WORK TASK:
Which lines of the entries below include "unknown"? List them all.

[Records contained in a dataset]
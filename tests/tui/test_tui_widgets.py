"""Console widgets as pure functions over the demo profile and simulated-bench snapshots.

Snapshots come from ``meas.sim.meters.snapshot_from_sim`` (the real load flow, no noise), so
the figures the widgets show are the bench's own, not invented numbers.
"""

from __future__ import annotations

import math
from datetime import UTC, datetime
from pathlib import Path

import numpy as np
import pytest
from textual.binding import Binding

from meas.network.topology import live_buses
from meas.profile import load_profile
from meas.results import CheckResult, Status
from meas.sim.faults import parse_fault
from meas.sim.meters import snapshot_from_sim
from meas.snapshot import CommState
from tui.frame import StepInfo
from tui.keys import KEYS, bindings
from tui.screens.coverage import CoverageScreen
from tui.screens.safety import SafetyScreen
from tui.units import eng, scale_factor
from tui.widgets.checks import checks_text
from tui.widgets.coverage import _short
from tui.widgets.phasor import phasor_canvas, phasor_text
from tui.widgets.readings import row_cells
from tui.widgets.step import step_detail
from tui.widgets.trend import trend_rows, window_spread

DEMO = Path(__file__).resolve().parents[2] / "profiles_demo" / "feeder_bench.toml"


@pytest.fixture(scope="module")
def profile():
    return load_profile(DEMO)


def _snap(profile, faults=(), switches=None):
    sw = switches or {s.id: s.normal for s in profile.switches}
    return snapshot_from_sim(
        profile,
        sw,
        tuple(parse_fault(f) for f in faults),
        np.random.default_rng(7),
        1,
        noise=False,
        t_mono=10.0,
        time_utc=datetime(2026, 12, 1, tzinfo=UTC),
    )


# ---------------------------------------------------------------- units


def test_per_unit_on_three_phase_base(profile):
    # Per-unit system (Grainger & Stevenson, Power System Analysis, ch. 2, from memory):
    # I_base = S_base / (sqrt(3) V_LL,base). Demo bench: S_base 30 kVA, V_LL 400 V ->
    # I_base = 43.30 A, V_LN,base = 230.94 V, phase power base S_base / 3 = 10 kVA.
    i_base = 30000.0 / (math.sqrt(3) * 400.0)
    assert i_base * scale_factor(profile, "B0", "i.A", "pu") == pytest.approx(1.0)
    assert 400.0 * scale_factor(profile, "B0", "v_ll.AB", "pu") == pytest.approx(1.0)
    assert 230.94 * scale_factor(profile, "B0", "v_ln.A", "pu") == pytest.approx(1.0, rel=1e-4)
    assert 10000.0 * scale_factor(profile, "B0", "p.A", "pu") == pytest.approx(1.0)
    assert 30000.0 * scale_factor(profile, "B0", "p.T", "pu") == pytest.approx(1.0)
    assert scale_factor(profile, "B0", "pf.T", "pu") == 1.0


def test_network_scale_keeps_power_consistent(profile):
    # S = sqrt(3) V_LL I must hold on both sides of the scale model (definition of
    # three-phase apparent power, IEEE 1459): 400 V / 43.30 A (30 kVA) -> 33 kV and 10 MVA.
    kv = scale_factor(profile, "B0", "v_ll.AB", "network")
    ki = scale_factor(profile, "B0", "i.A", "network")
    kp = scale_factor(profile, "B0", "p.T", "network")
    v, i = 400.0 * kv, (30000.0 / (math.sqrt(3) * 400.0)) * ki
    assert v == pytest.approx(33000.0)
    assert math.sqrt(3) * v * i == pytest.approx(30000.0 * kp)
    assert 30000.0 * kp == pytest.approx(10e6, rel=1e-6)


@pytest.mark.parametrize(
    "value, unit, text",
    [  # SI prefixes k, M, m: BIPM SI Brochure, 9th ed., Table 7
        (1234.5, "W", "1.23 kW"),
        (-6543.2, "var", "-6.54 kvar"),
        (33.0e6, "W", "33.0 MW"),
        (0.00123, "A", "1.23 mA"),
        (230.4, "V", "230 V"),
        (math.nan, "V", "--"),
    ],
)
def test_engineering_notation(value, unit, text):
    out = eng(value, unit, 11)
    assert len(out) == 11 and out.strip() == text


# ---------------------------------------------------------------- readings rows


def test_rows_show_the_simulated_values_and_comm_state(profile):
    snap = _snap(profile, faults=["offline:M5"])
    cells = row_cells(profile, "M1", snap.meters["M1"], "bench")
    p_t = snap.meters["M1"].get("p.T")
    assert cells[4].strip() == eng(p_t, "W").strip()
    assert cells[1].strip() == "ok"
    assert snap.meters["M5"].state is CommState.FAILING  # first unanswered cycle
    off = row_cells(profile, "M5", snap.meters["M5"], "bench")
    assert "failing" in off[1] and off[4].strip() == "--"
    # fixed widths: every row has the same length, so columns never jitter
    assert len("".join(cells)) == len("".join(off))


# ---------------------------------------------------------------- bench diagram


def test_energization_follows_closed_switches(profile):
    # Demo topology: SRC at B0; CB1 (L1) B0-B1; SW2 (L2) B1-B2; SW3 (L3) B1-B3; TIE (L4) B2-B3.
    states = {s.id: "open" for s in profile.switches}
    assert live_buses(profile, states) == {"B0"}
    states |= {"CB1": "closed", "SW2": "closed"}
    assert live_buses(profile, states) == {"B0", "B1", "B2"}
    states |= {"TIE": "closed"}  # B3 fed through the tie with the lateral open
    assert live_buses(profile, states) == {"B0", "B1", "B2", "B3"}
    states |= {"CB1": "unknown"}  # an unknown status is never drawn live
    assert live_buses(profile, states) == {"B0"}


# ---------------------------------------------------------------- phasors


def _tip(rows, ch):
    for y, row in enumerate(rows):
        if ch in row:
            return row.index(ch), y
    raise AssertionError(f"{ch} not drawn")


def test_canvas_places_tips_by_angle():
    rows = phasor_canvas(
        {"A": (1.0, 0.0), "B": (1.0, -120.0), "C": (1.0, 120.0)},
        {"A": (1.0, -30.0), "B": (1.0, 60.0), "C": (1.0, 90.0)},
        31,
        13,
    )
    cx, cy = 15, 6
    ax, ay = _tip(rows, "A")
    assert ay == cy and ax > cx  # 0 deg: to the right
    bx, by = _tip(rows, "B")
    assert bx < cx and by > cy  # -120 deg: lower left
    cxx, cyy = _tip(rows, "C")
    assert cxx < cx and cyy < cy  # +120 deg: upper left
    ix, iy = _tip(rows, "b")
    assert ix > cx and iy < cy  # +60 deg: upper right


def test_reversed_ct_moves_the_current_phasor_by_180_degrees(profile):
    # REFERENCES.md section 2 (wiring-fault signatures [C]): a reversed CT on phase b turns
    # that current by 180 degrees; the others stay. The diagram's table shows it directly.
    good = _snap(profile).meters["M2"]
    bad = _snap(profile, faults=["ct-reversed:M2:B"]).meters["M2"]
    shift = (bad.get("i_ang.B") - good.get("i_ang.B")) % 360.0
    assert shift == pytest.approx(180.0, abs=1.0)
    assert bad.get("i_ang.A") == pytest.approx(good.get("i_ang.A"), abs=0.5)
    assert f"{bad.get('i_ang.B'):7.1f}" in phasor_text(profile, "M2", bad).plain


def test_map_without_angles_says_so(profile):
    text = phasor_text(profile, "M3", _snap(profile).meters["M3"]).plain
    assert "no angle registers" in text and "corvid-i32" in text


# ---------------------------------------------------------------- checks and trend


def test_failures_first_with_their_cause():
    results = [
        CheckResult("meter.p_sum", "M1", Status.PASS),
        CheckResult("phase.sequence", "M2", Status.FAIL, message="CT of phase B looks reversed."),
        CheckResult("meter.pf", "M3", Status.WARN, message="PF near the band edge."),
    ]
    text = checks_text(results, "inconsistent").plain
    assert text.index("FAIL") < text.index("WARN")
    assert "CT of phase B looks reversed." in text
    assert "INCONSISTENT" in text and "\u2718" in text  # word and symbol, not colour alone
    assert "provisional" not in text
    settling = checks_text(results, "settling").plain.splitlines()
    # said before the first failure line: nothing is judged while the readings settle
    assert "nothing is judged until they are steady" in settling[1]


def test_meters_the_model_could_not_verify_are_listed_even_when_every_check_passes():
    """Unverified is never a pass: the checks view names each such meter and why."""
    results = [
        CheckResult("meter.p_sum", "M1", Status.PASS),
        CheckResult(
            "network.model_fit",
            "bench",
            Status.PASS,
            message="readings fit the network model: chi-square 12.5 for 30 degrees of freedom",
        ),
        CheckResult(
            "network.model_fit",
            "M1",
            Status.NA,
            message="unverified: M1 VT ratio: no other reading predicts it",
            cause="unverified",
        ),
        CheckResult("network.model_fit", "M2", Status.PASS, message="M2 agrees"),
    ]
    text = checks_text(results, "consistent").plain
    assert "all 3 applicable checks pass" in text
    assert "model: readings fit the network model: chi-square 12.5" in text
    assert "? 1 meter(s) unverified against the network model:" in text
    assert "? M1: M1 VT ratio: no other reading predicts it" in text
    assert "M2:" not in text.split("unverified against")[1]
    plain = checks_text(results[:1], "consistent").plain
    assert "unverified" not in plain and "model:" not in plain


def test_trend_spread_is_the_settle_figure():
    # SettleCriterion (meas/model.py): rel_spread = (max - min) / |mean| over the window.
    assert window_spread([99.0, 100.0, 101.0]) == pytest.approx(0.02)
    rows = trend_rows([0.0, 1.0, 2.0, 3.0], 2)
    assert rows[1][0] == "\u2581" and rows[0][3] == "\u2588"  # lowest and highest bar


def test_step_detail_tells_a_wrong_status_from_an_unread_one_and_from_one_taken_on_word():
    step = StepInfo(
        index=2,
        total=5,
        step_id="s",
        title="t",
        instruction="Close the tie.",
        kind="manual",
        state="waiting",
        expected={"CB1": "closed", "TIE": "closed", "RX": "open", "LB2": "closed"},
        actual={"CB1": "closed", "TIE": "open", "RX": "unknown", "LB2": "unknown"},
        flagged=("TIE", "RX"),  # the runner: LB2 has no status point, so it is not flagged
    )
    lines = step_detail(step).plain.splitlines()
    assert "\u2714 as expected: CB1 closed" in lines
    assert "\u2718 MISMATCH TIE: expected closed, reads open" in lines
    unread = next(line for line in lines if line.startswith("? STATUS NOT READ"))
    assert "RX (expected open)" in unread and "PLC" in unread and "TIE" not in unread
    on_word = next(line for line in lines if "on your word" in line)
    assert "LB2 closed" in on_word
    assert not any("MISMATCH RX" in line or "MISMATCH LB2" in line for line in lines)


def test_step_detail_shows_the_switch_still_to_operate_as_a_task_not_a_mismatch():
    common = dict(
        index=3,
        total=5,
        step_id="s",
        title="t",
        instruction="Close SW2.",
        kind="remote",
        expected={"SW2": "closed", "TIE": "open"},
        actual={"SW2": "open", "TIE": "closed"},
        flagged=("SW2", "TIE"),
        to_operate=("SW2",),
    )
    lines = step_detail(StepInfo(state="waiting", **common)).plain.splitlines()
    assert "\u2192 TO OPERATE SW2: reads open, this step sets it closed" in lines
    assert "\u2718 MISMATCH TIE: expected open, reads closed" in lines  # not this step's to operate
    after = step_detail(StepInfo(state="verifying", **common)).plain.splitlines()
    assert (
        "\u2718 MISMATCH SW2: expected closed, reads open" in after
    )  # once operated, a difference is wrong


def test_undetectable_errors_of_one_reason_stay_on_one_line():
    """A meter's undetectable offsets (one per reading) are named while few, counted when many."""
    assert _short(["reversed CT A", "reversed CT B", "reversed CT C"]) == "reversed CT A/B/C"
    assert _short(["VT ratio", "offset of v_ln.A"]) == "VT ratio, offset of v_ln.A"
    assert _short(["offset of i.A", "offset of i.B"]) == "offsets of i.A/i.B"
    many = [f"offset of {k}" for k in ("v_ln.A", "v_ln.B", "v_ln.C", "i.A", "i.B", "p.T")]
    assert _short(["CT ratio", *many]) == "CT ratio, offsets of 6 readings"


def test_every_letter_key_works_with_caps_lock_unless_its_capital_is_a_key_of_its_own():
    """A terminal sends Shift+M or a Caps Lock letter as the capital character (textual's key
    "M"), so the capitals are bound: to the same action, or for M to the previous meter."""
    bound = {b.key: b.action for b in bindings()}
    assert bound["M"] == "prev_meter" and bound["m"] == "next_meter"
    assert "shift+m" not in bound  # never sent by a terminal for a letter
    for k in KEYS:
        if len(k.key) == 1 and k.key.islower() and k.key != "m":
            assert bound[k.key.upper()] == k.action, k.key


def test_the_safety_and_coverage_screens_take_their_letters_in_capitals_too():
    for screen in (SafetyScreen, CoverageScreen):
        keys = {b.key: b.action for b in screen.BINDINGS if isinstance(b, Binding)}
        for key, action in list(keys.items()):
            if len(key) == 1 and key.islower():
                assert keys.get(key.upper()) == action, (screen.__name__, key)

RESPONSE FOR THIS EXERCISE:
    states |= {"CB1": "unknown"}  # an unknown status is never drawn live
        actual={"CB1": "closed", "TIE": "open", "RX": "unknown", "LB2": "unknown"},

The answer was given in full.